▸ WHAT THE TASK REQUIRES
Search for the word "outside" in the entries. Each line that holds it should be copied.
#### DATA FOR ANALYSIS
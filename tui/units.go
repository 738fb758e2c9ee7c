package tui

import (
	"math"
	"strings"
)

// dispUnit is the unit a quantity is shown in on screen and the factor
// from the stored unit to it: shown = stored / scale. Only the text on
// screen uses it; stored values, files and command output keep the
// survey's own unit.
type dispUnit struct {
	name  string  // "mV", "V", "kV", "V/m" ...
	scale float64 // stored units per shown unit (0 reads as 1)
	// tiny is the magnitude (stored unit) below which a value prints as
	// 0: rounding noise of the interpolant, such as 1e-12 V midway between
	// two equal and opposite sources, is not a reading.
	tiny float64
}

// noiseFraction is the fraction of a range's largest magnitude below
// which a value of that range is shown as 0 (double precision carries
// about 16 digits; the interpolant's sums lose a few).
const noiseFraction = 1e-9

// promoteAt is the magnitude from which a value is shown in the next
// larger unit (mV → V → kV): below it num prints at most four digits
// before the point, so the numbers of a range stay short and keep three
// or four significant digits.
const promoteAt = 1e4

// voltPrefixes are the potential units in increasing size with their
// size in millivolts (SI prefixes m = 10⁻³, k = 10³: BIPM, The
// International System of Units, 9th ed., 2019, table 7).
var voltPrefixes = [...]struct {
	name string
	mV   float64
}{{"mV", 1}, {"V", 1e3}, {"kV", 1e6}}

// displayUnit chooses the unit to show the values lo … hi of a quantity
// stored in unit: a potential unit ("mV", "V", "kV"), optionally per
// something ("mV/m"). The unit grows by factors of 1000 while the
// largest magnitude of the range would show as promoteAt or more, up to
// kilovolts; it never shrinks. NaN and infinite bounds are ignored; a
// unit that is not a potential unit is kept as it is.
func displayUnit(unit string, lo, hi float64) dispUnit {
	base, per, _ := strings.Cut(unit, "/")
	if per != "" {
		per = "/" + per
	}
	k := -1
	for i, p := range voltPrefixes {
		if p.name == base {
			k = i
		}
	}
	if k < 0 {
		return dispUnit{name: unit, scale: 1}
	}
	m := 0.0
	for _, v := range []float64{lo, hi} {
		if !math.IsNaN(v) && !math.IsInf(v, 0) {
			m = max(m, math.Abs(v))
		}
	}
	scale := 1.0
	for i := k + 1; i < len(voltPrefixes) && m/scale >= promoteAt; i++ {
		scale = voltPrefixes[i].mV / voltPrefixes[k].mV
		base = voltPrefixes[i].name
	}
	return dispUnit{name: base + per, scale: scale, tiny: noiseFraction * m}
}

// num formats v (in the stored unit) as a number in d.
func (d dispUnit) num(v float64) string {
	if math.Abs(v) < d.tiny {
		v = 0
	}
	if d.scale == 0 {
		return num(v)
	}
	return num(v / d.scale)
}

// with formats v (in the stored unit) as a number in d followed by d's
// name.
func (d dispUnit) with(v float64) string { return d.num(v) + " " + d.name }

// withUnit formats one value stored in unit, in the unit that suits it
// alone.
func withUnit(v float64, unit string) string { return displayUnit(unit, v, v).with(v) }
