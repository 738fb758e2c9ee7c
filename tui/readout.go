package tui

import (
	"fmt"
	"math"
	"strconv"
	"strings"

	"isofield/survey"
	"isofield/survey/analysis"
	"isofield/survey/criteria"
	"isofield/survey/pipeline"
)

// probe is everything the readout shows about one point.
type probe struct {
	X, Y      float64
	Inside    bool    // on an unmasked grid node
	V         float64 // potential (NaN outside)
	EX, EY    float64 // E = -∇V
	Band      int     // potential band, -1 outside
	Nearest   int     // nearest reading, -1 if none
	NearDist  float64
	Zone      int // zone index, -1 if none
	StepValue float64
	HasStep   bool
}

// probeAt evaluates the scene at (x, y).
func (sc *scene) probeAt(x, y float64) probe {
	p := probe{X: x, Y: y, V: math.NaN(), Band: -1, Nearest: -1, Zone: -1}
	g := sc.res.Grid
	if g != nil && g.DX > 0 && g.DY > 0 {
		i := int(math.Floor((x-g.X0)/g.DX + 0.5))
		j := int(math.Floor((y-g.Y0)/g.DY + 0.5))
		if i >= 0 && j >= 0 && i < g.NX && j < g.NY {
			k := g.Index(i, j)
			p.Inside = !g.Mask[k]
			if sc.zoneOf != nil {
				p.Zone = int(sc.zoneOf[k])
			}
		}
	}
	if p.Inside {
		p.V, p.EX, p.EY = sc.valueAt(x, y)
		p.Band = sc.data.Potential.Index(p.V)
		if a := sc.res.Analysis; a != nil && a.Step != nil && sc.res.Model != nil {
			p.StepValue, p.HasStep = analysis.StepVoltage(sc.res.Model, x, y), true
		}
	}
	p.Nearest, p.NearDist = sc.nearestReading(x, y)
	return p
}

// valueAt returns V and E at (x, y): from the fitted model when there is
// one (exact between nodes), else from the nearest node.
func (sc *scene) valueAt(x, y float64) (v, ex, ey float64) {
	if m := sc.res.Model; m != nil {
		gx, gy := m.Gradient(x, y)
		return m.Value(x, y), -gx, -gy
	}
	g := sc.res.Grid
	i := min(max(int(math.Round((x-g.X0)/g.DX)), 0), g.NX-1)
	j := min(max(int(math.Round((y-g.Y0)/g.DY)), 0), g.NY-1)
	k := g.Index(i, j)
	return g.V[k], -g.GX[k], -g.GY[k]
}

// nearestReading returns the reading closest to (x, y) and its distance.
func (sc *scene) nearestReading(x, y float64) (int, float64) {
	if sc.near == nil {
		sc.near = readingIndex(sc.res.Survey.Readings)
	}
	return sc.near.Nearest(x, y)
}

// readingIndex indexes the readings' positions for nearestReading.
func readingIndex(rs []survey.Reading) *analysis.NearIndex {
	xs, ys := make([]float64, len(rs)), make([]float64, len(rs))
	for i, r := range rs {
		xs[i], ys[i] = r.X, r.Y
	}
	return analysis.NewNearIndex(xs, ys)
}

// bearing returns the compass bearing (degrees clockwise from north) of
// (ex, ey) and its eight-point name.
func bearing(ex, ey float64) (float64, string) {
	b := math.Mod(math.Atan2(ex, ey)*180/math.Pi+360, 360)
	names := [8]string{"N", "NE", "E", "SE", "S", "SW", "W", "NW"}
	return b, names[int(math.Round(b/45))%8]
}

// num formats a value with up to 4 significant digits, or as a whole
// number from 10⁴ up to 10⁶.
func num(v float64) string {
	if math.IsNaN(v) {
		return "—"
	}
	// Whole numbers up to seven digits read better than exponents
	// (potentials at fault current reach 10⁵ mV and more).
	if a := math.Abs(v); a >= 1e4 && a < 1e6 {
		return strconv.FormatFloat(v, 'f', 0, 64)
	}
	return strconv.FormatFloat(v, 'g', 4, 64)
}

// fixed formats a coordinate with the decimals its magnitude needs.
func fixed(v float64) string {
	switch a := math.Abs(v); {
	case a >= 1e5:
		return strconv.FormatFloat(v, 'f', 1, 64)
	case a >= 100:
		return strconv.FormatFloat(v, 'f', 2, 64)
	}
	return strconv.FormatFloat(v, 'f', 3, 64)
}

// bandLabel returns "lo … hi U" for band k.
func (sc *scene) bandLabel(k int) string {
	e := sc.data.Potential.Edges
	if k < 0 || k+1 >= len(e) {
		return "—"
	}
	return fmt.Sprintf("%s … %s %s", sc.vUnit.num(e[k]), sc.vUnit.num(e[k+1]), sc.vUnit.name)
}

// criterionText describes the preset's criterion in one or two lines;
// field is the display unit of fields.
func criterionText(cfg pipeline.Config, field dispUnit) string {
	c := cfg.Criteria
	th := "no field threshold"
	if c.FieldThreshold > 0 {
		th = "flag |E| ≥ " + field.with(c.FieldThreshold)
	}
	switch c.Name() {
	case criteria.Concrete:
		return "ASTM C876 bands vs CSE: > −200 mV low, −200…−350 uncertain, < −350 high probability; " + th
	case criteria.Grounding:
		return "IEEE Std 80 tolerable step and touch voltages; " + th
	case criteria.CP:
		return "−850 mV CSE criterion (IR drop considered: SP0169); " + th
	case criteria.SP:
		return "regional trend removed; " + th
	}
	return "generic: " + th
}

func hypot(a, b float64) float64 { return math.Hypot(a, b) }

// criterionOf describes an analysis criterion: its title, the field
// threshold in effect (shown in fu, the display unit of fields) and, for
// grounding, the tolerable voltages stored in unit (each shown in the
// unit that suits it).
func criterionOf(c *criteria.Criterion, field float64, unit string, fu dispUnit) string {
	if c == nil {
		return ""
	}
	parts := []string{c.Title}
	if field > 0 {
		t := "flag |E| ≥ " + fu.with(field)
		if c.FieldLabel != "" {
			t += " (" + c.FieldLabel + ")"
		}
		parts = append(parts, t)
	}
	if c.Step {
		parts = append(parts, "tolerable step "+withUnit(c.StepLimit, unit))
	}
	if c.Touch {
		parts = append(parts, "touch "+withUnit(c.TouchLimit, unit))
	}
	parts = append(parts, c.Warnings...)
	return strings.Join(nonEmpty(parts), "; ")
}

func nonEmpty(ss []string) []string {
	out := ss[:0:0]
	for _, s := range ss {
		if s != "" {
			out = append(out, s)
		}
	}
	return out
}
########
#### DATA FOR ANALYSIS
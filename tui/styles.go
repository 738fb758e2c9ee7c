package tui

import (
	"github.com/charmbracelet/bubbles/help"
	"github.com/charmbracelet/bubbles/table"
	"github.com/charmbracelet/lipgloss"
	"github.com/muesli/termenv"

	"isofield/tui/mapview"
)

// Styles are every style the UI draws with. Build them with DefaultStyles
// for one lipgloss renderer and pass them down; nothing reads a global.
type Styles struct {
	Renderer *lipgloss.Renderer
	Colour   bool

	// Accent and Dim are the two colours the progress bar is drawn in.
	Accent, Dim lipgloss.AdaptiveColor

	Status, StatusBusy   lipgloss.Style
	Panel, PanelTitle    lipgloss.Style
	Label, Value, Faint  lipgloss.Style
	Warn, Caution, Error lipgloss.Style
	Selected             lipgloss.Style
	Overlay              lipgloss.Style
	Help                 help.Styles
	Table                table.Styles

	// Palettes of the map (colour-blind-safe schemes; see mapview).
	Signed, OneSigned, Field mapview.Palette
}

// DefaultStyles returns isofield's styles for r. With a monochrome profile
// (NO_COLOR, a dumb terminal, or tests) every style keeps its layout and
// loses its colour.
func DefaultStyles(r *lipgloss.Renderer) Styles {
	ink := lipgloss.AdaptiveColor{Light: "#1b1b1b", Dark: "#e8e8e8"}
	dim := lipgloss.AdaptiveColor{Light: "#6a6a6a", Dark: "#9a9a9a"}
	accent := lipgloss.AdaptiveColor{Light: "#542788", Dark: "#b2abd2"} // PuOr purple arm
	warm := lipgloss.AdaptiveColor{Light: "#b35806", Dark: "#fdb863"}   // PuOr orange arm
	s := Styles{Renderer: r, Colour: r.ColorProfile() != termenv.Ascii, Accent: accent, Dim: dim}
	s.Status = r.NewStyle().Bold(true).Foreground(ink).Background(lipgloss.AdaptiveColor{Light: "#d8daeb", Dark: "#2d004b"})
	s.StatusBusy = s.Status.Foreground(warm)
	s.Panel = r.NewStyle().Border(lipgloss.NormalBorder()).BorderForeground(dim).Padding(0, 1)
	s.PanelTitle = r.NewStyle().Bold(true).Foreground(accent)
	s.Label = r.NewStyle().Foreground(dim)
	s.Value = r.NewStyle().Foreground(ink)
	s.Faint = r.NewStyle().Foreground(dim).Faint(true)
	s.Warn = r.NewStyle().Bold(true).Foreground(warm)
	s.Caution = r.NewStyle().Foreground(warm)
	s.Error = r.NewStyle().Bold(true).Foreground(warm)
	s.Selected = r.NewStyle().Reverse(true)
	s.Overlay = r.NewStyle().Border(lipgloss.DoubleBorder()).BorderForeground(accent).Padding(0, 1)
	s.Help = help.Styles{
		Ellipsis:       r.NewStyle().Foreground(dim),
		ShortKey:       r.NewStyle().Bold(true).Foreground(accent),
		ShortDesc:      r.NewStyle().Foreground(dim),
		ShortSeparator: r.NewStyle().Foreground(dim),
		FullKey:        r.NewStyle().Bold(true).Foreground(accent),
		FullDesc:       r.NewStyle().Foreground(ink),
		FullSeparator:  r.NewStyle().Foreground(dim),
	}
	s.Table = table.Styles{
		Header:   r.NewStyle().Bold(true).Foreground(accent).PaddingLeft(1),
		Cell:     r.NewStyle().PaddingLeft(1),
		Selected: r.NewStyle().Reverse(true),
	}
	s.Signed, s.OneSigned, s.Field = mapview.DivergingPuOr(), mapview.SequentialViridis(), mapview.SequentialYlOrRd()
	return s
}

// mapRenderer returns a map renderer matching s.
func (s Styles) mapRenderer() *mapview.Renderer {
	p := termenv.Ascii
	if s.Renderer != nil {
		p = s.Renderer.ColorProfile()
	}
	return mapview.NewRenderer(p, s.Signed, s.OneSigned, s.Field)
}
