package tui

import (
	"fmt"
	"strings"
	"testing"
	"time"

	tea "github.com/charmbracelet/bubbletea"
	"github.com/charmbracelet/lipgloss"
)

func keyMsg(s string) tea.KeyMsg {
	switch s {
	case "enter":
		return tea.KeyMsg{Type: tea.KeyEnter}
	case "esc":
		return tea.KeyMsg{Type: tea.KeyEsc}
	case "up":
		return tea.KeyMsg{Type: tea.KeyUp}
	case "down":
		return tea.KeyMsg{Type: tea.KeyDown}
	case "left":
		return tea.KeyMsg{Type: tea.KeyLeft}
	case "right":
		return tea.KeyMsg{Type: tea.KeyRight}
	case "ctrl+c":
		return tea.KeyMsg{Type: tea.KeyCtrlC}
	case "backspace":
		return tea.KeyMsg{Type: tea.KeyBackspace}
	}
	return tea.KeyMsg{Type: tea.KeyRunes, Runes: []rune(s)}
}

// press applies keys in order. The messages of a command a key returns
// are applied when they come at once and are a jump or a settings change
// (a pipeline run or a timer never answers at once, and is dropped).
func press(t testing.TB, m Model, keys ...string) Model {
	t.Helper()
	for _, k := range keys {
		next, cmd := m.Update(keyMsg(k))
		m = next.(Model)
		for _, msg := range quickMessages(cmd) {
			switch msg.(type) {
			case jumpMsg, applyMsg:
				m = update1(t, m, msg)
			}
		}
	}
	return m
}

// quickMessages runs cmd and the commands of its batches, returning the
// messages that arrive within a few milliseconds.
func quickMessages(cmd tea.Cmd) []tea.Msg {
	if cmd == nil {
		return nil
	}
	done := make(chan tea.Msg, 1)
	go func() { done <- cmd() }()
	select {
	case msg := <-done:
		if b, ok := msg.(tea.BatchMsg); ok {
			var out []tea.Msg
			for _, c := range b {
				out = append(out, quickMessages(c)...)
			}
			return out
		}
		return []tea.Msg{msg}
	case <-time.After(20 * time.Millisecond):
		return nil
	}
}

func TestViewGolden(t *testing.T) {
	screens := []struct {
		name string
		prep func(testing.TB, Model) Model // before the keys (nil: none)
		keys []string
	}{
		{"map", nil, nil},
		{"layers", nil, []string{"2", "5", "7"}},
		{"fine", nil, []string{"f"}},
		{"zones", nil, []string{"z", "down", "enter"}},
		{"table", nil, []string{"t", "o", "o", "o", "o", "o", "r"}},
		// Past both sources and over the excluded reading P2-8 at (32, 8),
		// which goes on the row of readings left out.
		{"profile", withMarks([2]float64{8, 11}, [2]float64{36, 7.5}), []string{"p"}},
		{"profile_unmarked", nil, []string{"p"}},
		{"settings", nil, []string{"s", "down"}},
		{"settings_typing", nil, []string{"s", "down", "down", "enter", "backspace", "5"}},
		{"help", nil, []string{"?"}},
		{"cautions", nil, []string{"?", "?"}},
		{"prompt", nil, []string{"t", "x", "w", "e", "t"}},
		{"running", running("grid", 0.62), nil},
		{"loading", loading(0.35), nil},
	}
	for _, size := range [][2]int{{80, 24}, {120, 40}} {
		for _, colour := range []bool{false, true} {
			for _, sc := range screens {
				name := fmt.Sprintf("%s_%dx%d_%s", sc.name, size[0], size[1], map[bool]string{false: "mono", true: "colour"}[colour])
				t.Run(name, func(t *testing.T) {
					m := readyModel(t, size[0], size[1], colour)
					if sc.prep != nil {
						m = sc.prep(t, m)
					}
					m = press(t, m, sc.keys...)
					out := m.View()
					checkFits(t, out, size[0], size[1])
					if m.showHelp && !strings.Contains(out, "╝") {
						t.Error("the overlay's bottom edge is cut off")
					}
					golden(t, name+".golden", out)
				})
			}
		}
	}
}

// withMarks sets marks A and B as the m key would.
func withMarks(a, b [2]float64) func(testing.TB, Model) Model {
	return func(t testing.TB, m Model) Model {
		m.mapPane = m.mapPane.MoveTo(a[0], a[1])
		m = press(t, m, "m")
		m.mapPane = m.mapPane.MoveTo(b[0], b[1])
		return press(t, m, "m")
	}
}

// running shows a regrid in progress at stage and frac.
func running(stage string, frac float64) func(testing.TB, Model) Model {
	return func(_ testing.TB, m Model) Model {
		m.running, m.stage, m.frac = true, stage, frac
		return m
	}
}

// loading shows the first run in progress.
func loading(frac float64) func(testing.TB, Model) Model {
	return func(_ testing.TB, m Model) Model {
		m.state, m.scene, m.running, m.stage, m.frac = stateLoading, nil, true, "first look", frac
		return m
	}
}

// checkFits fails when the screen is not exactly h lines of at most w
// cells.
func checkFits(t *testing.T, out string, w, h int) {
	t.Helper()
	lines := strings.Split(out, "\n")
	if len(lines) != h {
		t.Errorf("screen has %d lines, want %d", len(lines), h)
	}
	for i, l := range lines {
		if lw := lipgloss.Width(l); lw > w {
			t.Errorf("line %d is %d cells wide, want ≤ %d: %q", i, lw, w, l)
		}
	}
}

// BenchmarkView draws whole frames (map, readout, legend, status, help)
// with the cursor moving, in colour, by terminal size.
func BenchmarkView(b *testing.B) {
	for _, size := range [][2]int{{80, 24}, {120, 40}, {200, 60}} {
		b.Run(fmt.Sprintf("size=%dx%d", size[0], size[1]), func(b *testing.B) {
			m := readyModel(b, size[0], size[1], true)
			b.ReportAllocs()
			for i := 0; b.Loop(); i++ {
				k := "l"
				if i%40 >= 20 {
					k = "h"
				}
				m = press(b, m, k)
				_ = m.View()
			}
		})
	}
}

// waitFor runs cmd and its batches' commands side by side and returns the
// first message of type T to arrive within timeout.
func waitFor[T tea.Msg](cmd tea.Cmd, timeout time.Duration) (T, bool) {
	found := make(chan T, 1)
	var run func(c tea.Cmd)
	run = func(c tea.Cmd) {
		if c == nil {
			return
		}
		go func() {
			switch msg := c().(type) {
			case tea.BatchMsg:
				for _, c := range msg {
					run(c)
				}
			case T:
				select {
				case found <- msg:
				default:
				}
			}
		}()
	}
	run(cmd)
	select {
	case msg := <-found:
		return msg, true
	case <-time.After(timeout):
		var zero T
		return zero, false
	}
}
########
#### DATA FOR ANALYSIS
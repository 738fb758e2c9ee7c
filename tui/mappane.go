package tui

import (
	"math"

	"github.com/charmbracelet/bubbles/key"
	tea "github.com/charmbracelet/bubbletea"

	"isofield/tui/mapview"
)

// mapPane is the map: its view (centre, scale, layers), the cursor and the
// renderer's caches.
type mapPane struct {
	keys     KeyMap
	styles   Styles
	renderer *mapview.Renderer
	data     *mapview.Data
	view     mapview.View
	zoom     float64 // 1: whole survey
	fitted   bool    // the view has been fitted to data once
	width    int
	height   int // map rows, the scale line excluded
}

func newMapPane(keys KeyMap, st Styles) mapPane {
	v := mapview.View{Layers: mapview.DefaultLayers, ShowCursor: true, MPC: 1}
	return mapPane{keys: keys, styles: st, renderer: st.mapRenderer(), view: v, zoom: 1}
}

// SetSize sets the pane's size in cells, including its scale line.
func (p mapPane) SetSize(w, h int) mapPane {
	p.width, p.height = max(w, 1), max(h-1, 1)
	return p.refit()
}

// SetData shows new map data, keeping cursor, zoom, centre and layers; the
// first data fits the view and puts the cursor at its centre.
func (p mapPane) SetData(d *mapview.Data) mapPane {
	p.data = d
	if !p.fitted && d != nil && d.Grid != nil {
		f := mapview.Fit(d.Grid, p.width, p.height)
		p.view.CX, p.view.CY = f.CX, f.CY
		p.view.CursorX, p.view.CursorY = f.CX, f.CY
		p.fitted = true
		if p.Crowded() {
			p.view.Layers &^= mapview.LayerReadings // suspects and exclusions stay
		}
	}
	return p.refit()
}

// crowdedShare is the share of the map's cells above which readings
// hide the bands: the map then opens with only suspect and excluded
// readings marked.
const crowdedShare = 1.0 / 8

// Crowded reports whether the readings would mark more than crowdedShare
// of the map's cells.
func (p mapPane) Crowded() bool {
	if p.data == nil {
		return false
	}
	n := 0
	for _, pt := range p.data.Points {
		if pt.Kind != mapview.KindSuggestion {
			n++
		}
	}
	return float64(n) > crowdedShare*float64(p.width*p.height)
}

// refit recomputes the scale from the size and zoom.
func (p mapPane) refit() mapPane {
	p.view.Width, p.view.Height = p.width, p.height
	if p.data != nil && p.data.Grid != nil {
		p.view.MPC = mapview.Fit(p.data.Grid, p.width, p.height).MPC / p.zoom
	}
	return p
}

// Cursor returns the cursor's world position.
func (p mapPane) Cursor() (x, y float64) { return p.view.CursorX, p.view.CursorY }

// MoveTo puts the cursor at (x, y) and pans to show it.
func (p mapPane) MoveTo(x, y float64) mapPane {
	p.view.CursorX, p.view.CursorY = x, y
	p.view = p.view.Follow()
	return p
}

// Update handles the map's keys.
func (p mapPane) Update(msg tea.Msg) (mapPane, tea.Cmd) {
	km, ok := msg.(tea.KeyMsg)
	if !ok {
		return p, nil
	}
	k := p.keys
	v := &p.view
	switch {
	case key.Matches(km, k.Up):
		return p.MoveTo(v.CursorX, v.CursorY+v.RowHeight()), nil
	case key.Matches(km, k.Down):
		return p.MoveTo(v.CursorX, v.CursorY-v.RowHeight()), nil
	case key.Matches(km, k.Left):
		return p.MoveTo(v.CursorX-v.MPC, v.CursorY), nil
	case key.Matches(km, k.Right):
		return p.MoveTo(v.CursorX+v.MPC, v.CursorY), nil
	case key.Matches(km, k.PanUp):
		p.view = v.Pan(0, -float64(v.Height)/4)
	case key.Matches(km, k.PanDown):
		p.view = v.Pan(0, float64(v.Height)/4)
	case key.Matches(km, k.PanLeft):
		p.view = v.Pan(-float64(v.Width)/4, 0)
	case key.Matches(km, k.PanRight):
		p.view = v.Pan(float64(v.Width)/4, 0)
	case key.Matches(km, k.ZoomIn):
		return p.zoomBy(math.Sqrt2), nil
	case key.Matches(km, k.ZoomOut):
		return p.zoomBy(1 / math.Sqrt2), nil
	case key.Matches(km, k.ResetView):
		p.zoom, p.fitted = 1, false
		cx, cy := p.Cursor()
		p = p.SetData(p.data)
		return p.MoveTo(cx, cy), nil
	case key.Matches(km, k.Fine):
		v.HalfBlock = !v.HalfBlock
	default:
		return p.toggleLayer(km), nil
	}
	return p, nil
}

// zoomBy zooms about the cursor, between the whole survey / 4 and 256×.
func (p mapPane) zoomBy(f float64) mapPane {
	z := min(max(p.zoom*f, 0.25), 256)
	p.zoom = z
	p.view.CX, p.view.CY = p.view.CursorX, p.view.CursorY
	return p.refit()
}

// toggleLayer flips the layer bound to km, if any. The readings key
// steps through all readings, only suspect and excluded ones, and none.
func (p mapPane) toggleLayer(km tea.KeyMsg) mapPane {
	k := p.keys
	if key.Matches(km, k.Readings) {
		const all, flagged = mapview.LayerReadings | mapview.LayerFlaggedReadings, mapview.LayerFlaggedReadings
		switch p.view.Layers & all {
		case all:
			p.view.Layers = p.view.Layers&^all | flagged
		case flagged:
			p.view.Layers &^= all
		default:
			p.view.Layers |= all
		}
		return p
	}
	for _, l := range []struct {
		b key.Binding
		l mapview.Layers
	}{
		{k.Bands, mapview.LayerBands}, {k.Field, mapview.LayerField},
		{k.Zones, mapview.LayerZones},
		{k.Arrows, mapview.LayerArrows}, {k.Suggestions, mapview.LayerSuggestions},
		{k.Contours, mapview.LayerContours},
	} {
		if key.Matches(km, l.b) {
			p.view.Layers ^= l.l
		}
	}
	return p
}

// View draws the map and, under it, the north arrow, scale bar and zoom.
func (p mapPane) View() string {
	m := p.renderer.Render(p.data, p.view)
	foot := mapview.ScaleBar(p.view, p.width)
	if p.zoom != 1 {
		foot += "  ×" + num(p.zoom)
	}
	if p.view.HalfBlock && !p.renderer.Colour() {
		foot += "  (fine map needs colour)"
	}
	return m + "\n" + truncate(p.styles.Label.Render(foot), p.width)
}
########
▸ ANSWER TO THE EXERCISE
	V         float64 // potential (NaN outside)
	Band      int     // potential band, -1 outside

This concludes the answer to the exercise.